Australian waste facility site shelved
The Australian government will not proceed to establish a national radioactive waste management facility at Muckaty Station after the Northern Land Council (NLC) withdrew its nomination of the site.
The NLC is an elected statutory authority representing Aboriginal peoples in the 'top end' of the state of Northern Territory and it nominated the 225 hectare site for consideration in 2007. Australian legislation, updated in 2012, requires that potential sites for radioactive waste management facilities must be voluntarily nominated, and that people or groups with relevant rights and interests must agree on the nomination.
Some traditional owners subsequently launched legal proceedings against the NLC and two weeks in to a federal court hearing on the allegations against it, the NLC announced that it had reached a settlement with the plaintiffs and as a result had withdrawn its nomination. Australian industry minister Ian Macfarlane then issued a statement confirming that the government would not go ahead with the Muckaty nomination.
NLC CEO Joe Morrison emphasised that the council remained satisfied that it had made the nomination of Muckaty Station with the consent of traditional owners and after consultation with other Aboriginal people with interest in the land. "However, it is apparent for various reasons - largely due to outside pressures, including pressures caused by divisive litigation - that a number of individuals have shifted their position since the nomination and no longer want the facility to be constructed on the nominated land," he said.
Although confident that the legal challenge would have failed, Morrison said because of "divisions within the Aboriginal community" the NLC was now of the view that "it would be preferable if the Commonwealth [of Australia] did not act on the nomination."
The parties to the legal action plan to request that the ongoing court proceedings be dismissed.
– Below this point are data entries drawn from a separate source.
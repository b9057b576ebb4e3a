package check

import (
	"fmt"
	"io"
	"strings"
	"unicode/utf8"

	"antelag/scenarios/accept"
	"antelag/scenarios/quantity"
)

// Report is a whole check.
type Report struct {
	Results []Result
	LeftOut []string
	Gone    []string
}

// Pass reports whether every scenario was checked and passes.
func (p *Report) Pass() bool {
	for i := range p.Results {
		if !p.Results[i].Pass() {
			return false
		}
	}
	return true
}

// WriteText writes a line for every scenario, then the details of those that
// failed or changed, then the sum. It is the same for any number of workers.
func (p *Report) WriteText(w io.Writer, colour bool) error {
	var out strings.Builder
	rows := make([][]string, len(p.Results))
	marks := make([]string, len(p.Results))
	for i := range p.Results {
		r := &p.Results[i]
		marks[i] = pad(r.status(), colour)
		rows[i] = []string{accept.Printable(r.Name), r.accepted(), r.kept()}
		if r.Verdict == nil {
			rows[i] = []string{accept.Printable(r.Name), accept.Printable(r.Err.Error())}
		}
	}
	table(&out, "", marks, rows)
	for i := range p.Results {
		p.Results[i].details(&out, colour)
	}
	p.sum(&out)
	_, err := io.WriteString(w, out.String())
	return err
}

// pad gives a status the width of the widest.
func pad(status string, colour bool) string {
	return word(status, colour) + strings.Repeat(" ", len("ERROR  ")-len(status))
}

// table writes rows in columns behind marks, which may hold colour. The last
// cell of a row is as long as it likes.
func table(out *strings.Builder, indent string, marks []string, rows [][]string) {
	var widths []int
	for _, row := range rows {
		for i, cell := range row[:len(row)-1] {
			if i == len(widths) {
				widths = append(widths, 0)
			}
			widths[i] = max(widths[i], utf8.RuneCountInString(cell))
		}
	}
	for i, row := range rows {
		line := indent
		if i < len(marks) {
			line += marks[i]
		}
		for k, cell := range row {
			line += cell
			if k < len(row)-1 {
				line += strings.Repeat(" ", widths[k]-utf8.RuneCountInString(cell)+2)
			}
		}
		fmt.Fprintln(out, strings.TrimRight(line, " "))
	}
}

// details shows what failed, and what changed, of one scenario.
func (r *Result) details(out *strings.Builder, colour bool) {
	if r.Verdict == nil {
		return
	}
	failed := []Row{}
	for _, row := range r.limits() {
		if !row.Pass {
			failed = append(failed, row)
		}
	}
	failed = append(failed, r.moves()...)
	changed := r.Comparison != nil && (len(r.Comparison.Settings) > 0 || len(r.Comparison.Added) > 0)
	if r.Pass() && len(failed) == 0 && !changed {
		return
	}
	fmt.Fprintf(out, "\n%s: %s\n", accept.Printable(r.Name), accept.Printable(r.Scene.Title))
	lane := &r.Verdict.Lanes[0]
	if lane.Trip != nil {
		fmt.Fprintf(out, "  %s\n", accept.Printable(lane.Ending(r.Verdict.Time)))
	}
	if r.Err != nil {
		fmt.Fprintf(out, "  %s\n", accept.Printable(r.Err.Error()))
	}
	if r.Comparison != nil {
		r.changes(out)
	}
	r.failures(out, failed, colour)
}

// changes shows which settings are not those of the baseline.
func (r *Result) changes(out *strings.Builder) {
	c := r.Comparison
	if len(c.Settings) > 0 {
		fmt.Fprintf(out, "  settings that are not those of the baseline:\n")
		var rows [][]string
		for _, s := range c.Settings {
			rows = append(rows, []string{accept.Printable(s.Path), accept.Printable(orNone(s.Was)) + " → " + accept.Printable(orNone(s.Is))})
		}
		table(out, "    ", nil, rows)
		if c.Same() {
			fmt.Fprintf(out, "  no figure left its tolerance; the widest move is %s %% of one\n", quantity.Short(float64(int(100*c.Widest+0.5)), quantity.None))
		}
	}
	if n := len(c.Added); n > 0 {
		shown := c.Added[:min(n, 4)]
		text := strings.Join(shown, ", ")
		if n > len(shown) {
			text += ", …"
		}
		fmt.Fprintf(out, "  %s not in the baseline: %s\n", figures(n), accept.Printable(text))
	}
	if len(c.Moved) > 0 {
		fmt.Fprintf(out, "  the baseline is of version %s\n", accept.Printable(r.Baseline.Version))
	}
}

func orNone(s string) string {
	if s == "" {
		return "none"
	}
	return s
}

// failures shows was, is and allowed of all that failed. Limits stand first.
func (r *Result) failures(out *strings.Builder, failed []Row, colour bool) {
	if len(failed) == 0 {
		return
	}
	rows, marks := [][]string{{"", "was", "is", "allowed"}}, []string{strings.Repeat(" ", len("FAIL  "))}
	for _, f := range failed {
		mark, what := word("FAIL", colour)+"  ", "figure "+f.What
		if f.Limit {
			what = "limit " + f.What
		} else if r.State == Replaced {
			mark = "kept  "
		}
		rows = append(rows, []string{what, orDash(f.Was), f.Is, f.Allowed})
		marks = append(marks, mark)
	}
	table(out, "  ", marks, rows)
}

func orDash(s string) string {
	if s == "" {
		return "–"
	}
	return s
}

// sum counts, and says what is amiss beside the scenarios themselves.
func (p *Report) sum(out *strings.Builder) {
	n := map[string]int{}
	moved, bare := false, 0
	for i := range p.Results {
		r := &p.Results[i]
		n[r.status()]++
		moved = moved || r.State == Moved
		if r.State == Absent && r.Err == nil {
			bare++
		}
	}
	fmt.Fprintf(out, "\n%s:", count(len(p.Results), "scenario"))
	sep := " "
	for _, s := range []struct{ status, text string }{
		{"PASS", "%d passed"}, {"DONE", "%d ran without anything to judge it by"}, {"FAIL", "%d failed"}, {"ERROR", "%d not checked"},
	} {
		if n[s.status] > 0 {
			fmt.Fprintf(out, sep+s.text, n[s.status])
			sep = ", "
		}
	}
	fmt.Fprintln(out)
	if bare > 0 {
		fmt.Fprintf(out, "without a baseline: %d; --record keeps one\n", bare)
	}
	if moved {
		fmt.Fprintf(out, "where a change is meant, --record keeps the new figures\n")
	}
	for _, g := range p.Gone {
		fmt.Fprintf(out, "%s: the scenario of this baseline is gone\n", accept.Printable(g))
	}
	if len(p.LeftOut) > 0 {
		fmt.Fprintf(out, "left out, for they are no scenarios: %s\n", accept.Printable(strings.Join(p.LeftOut, ", ")))
	}
}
Although it has no nuclear power plants, Australia has relatively modest amounts of low-level and intermediate-level radioactive wastes, mostly from its production of radioactive isotopes and their subsequent use in hospitals, laboratories and industry. At present this waste is stored at various facilities, but after several decades of considering various options government policy now calls for a single national repository to be established.
The Australian government will now hold further discussions to identify an alternative site for the national facility. If no suitable site can be identified through discussions, a new tender process for nominations for another site will be held.